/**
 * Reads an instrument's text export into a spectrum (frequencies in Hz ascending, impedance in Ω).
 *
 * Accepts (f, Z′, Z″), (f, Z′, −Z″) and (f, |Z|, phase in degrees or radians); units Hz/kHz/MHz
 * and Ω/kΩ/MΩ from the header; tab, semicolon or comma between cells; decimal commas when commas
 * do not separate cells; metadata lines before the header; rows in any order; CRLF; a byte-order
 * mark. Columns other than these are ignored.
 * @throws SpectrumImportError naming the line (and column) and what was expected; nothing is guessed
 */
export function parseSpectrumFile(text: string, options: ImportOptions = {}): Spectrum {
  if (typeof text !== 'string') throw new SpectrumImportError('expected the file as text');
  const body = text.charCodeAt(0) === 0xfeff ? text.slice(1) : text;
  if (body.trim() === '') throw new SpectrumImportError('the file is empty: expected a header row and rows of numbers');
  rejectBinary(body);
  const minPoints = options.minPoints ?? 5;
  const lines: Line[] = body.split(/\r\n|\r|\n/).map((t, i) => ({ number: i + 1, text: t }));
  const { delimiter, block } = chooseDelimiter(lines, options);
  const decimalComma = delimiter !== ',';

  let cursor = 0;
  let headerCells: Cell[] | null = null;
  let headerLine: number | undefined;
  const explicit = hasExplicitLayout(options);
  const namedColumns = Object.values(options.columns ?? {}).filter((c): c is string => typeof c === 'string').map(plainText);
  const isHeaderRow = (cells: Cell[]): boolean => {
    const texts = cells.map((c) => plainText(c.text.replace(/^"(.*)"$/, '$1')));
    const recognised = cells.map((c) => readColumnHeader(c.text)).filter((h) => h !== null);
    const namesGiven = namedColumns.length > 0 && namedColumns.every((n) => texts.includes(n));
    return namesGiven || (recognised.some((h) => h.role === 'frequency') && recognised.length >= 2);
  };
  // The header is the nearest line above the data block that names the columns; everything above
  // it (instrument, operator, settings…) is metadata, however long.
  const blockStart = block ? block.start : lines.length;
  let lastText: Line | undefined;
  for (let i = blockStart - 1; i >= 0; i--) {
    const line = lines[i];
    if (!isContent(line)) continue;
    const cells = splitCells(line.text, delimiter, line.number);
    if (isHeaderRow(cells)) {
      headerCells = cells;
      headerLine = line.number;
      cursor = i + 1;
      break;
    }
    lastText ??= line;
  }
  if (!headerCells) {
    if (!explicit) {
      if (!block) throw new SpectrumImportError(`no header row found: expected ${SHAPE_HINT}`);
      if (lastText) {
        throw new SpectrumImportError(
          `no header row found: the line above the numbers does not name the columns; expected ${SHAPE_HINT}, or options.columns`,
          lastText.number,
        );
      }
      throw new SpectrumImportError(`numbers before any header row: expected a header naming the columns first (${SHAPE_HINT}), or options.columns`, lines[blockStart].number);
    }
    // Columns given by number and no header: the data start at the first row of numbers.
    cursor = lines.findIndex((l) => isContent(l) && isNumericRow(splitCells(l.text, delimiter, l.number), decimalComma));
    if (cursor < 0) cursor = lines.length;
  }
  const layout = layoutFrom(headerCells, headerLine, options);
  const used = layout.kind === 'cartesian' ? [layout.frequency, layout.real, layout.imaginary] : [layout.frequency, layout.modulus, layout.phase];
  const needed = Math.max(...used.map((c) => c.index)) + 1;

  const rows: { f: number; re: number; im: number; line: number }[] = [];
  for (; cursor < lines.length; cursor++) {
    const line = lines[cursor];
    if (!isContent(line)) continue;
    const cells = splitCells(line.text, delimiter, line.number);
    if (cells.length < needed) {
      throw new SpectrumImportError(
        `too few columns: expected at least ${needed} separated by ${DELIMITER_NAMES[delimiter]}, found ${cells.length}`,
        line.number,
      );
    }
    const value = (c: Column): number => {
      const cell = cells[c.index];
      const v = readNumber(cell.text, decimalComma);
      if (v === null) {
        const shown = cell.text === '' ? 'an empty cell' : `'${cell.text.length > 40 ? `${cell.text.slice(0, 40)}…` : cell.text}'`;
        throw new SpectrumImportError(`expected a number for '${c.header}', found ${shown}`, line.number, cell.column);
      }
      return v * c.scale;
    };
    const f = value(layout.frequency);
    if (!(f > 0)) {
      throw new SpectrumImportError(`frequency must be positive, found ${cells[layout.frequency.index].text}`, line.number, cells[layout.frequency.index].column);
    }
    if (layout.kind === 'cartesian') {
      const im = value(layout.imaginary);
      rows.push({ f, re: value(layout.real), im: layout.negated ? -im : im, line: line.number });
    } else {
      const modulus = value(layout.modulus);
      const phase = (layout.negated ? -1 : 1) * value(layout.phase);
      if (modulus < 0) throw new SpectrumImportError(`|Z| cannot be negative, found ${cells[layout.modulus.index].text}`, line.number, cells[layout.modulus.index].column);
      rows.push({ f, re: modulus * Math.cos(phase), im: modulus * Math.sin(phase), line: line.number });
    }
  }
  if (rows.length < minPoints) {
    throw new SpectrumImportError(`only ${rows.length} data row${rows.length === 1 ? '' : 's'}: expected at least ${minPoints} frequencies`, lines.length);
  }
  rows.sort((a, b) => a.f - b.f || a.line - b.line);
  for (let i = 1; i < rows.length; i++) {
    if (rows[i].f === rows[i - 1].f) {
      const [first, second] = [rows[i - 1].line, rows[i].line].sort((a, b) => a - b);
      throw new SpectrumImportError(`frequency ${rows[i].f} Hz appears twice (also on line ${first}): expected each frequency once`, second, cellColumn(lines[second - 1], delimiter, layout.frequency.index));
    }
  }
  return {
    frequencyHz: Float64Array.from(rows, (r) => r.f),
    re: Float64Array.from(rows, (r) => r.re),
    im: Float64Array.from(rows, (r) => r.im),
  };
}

-.-.-

- _EXERCISE AIM_: Find "before any header" in the entries above and copy that whole line exactly, then each line after it through the line that contains "const phase = (layout.negated".

- _ANSWER FOR THIS EXERCISE_:
      throw new SpectrumImportError(`numbers before any header row: expected a header naming the columns first (${SHAPE_HINT}), or options.columns`, lines[blockStart].number);
    }
    // Columns given by number and no header: the data start at the first row of numbers.
    cursor = lines.findIndex((l) => isContent(l) && isNumericRow(splitCells(l.text, delimiter, l.number), decimalComma));
    if (cursor < 0) cursor = lines.length;
  }
  const layout = layoutFrom(headerCells, headerLine, options);
  const used = layout.kind === 'cartesian' ? [layout.frequency, layout.real, layout.imaginary] : [layout.frequency, layout.modulus, layout.phase];
  const needed = Math.max(...used.map((c) => c.index)) + 1;

  const rows: { f: number; re: number; im: number; line: number }[] = [];
  for (; cursor < lines.length; cursor++) {
    const line = lines[cursor];
    if (!isContent(line)) continue;
    const cells = splitCells(line.text, delimiter, line.number);
    if (cells.length < needed) {
      throw new SpectrumImportError(
        `too few columns: expected at least ${needed} separated by ${DELIMITER_NAMES[delimiter]}, found ${cells.length}`,
        line.number,
      );
    }
    const value = (c: Column): number => {
      const cell = cells[c.index];
      const v = readNumber(cell.text, decimalComma);
      if (v === null) {
        const shown = cell.text === '' ? 'an empty cell' : `'${cell.text.length > 40 ? `${cell.text.slice(0, 40)}…` : cell.text}'`;
        throw new SpectrumImportError(`expected a number for '${c.header}', found ${shown}`, line.number, cell.column);
      }
      return v * c.scale;
    };
    const f = value(layout.frequency);
    if (!(f > 0)) {
      throw new SpectrumImportError(`frequency must be positive, found ${cells[layout.frequency.index].text}`, line.number, cells[layout.frequency.index].column);
    }
    if (layout.kind === 'cartesian') {
      const im = value(layout.imaginary);
      rows.push({ f, re: value(layout.real), im: layout.negated ? -im : im, line: line.number });
    } else {
      const modulus = value(layout.modulus);
      const phase = (layout.negated ? -1 : 1) * value(layout.phase);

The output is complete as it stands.